The Patent (Amendment) Ordinance 2004 allowed parallel import of a product patented in India subject to authorisation by the patent-holder. The amended Act dispenses with this requirement. As a result, generic manufacturers can make the product in a country where it is not protected by patent and export it to India. The Act allows for issue of Compulsory Licence where the innovator is unable to ensure supply of the product at an "affordable" price. What is perceived to be affordable to the user may not be a viable price for the innovator company. If the Government is really keen to reward an innovator by granting a patent for his invention that benefits society, then it must ensure that the innovator fully enjoys the intended exclusivity for a reasonable, fixed period. An apprehension that the innovator will fleece users is totally misplaced. The patent protected product has to compete with established alternative solutions. A user will not go for it unless it offers value for money. Even where there are no established alternatives (such cases are rare though), the innovator cannot afford to break the purchasing power barrier. For any business to be economically viable, there has to be a critical mass and that cannot be attained if the price is prohibitive.
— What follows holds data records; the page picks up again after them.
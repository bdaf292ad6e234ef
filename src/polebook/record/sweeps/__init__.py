"""Measured sweeps: a table of frequency and gain as CSV, or S21 of a two-port as Touchstone 1.x."""

from __future__ import annotations

import os

from polebook.record.sweeps import source, table, touchstone
from polebook.record.sweeps.sweep import Sweep

__all__ = ["Sweep", "load"]


def load(path: str | os.PathLike[str]) -> Sweep:
    """The sweep in the file at `path`: Touchstone where its name ends in .s2p, else a table.

    Raises ProblemsFound, with the line that is at fault where it is one.
    """
    name = os.fspath(path)
    ending = os.path.splitext(name)[1].lower()
    touchstone.check(name, ending)
    text = source.text(name)
    return touchstone.parse(name, text) if ending == touchstone.ENDING else table.parse(name, text)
Prices fall after exclusivity
Even so, the initial high price rules only during the period of effective patent protection. Thereafter, the price falls dramatically (in some cases by as much as 95 per cent) and the product is available for public use at a throwaway price. There may be patients who cannot afford high cost of a new drug. However, this is a much larger issue of social welfare, and needs to be addressed through other means in a totally different forum. Globally, the returns on investment in R&D have declined sharply even as the cost of discovery and development continues to escalate. On top of this, if in the zeal to make new discoveries available to users at the generic price from day one, the milieu for protection of intellectual property is made adverse, the benefits of science and technology will be denied to the public forever. Innovations hold the key to not only solving health problems of humans and plants but also to achieving rapid economic development and making Indian agriculture and industry competitive in the global arena. In this backdrop, there is an urgent need to take a re-look at the Indian Patent Act, 2005 to remove the anomalies in its various provisions and ensure effective implementation. This will inspire Indian companies to adopt R&D as a model for growth and encourage MNCs to set up R&D bases in India. (The author is Resident Director, CropLife India, New Delhi. The views are personal.)